At the same time that more people are getting the education and training employers desire, information technologies are increasingly user-friendly. All of the major computer and software companies are developing programs that blur the distinction between expert and novice. ''Up until the early 1980s, the only people able to use personal computers were a very tiny elite. Now, a lot of software is for numbskulls. In some sense, the technology is democratizing rather than elitizing,'' says David Card, economist at Princeton University. Adds Sharyl Schubert, a hairdresser in Chicago who recently bought an Apple Macintosh computer for her 4 1/2-year-old daughter, Jessica: ''I don't think the emphasis on computers is going to be divisive for American society. I think they are going to be part of normal life, and right now, we're in the transition. There are computers everywhere--Marshall Field's, restaurants, even my Dad's pharmacy.''
PAINFUL UPHEAVAL. Adam Smith was right. There is a great deal of ''ruin'' in a nation. The dynamism of capitalist competition is devastatingly painful. While 18th century textile makers in Britain built the factory system, middle-class weavers in Yorkshire sank into poverty. In the 1800s, the spread of railroads devastated communities without a rail link. The 1950s and 1960s were an era of U.S. economic dominance, but many industrial laborers never recovered from losing the well-paying manufacturing jobs thousands of them held before industrial companies moved from the Northeast and Midwest to cheaper sites in the South and West.
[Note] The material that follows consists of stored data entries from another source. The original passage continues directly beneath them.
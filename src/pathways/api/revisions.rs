//! The history of a pathway: its revisions, each with its document and what it changed.
#![allow(
    unused_qualifications,
    reason = "utoipa's macro writes the types of queries in full"
)]

use super::super::{Change, Revision, changes, revision, revisions};
use super::stored::{PageQuestion, numbered};
use super::{id_of, number_of};
use crate::app::App;
use crate::core::documents::pathway::Pathway;
use crate::web::Refusal;
use crate::web::actor::{Actor, CanRead};
use crate::web::conditional::IfNoneMatch;
use crate::web::extract::{NoQuery, Path, Query};
use crate::web::paging::{self, Page};
use axum::Json;
use axum::extract::OriginalUri;
use axum::response::Response;
use serde::Serialize;
use utoipa::ToSchema;
use utoipa_axum::router::OpenApiRouter;
use utoipa_axum::routes;

/// The routes of this file.
pub(super) fn routes() -> OpenApiRouter<App> {
    OpenApiRouter::new()
        .routes(routes!(list_revisions))
        .routes(routes!(read_revision))
        .routes(routes!(read_changes))
}

/// What a revision changed in the one before it.
#[derive(Clone, Debug, Serialize, ToSchema)]
struct Changes {
    /// Number of the revision.
    revision: i64,
    /// Number of the one before it; null for the first, in which everything is added.
    since: Option<i64>,
    /// Every difference.
    changes: Vec<Change>,
}

/// Revisions of a pathway
///
/// Newest first.
#[utoipa::path(get, path = "/pathways/{id}/revisions", tag = "pathways",
    params(("id" = Uuid, Path, description = "Id of the pathway."), PageQuestion),
    responses((status = 200, description = "A page of revisions.", body = Page<Revision>,
        headers(("Link" = String, description = "`rel=\"next\"`: the next page, if there is one.")))))]
async fn list_revisions(
    Actor { app, .. }: Actor<CanRead>,
    Path(id): Path<String>,
    OriginalUri(uri): OriginalUri,
    Query(ask): Query<PageQuestion>,
) -> Result<Response, Refusal> {
    let limit = paging::limit(ask.limit)? as usize;
    let before = match ask.after.as_deref() {
        None => i64::MAX,
        Some(after) => after.parse::<i64>().map_err(|_| {
            Refusal::bad_request("\"after\" is not a place in this list. Take it from the page before.")
        })?,
    };
    let all = revisions(&app, id_of(&id)?).await?;
    let mut items: Vec<Revision> = all
        .into_iter()
        .filter(|revision| revision.number < before)
        .take(limit + 1)
        .collect();
    let more = items.len() > limit;
    items.truncate(limit);
    let next = items.last().filter(|_| more).map(|last| last.number.to_string());
    Ok(Page { items, next }.answer(&uri))
}

/// A revision of a pathway
///
/// Its document, byte for byte as it is hashed. A revision never changes.
#[utoipa::path(get, path = "/pathways/{id}/revisions/{number}", tag = "pathways",
    params(("id" = Uuid, Path, description = "Id of the pathway."),
        ("number" = i64, Path, minimum = 1, description = "Number of the revision."),
        ("If-None-Match" = Option<String>, Header, description = "The `ETag` you have.")),
    responses((status = 200, description = "The document.", body = Pathway,
            headers(("ETag" = String, description = "The revision."), ("Wheelwort-Revision" = i64, description = "Its number."))),
        (status = 304, description = "You have it.")))]
async fn read_revision(
    Actor { app, .. }: Actor<CanRead>,
    Path((id, number)): Path<(String, String)>,
    _: NoQuery,
    seen: IfNoneMatch,
) -> Result<Response, Refusal> {
    let found = revision(&app, id_of(&id)?, number_of(&number)?).await?;
    Ok(numbered(
        seen.json(&found.hash, found.document.to_vec()),
        found.revision,
    ))
}

/// What a revision changed
///
/// Against the revision before it. Stages, inputs and co-products are followed by their keys.
#[utoipa::path(get, path = "/pathways/{id}/revisions/{number}/changes", tag = "pathways",
    params(("id" = Uuid, Path, description = "Id of the pathway."),
        ("number" = i64, Path, minimum = 1, description = "Number of the revision.")),
    responses((status = 200, description = "Every difference.", body = Changes)))]
async fn read_changes(
    Actor { app, .. }: Actor<CanRead>,
    Path((id, number)): Path<(String, String)>,
    _: NoQuery,
) -> Result<Json<Changes>, Refusal> {
    let number = number_of(&number)?;
    let changes = changes(&app, id_of(&id)?, number).await?;
    Ok(Json(Changes {
        revision: number,
        since: (number > 1).then(|| number - 1),
        changes,
    }))
}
Today, high school dropouts and less skilled workers confront troubled times. With the world economy more competitive than it has been in at least a century, everyone--the educated and the uneducated alike--faces job insecurity and earnings instability. That is why all of society's major economic institutions--from businesses to schools to government--are under increasing pressure to do more for those ill-prepared to compete in the new economy and to cushion workers against income fluctuations.
Nevertheless, the nation's economic vitality is being restored. Many U.S. industries, from telecommunications to entertainment to Wall Street, are genuine global competitors. The lesson of history is that given time, the productivity bounty that has been largely confined to corporate coffers will be shared by all Americans--improving everyone's standard of living.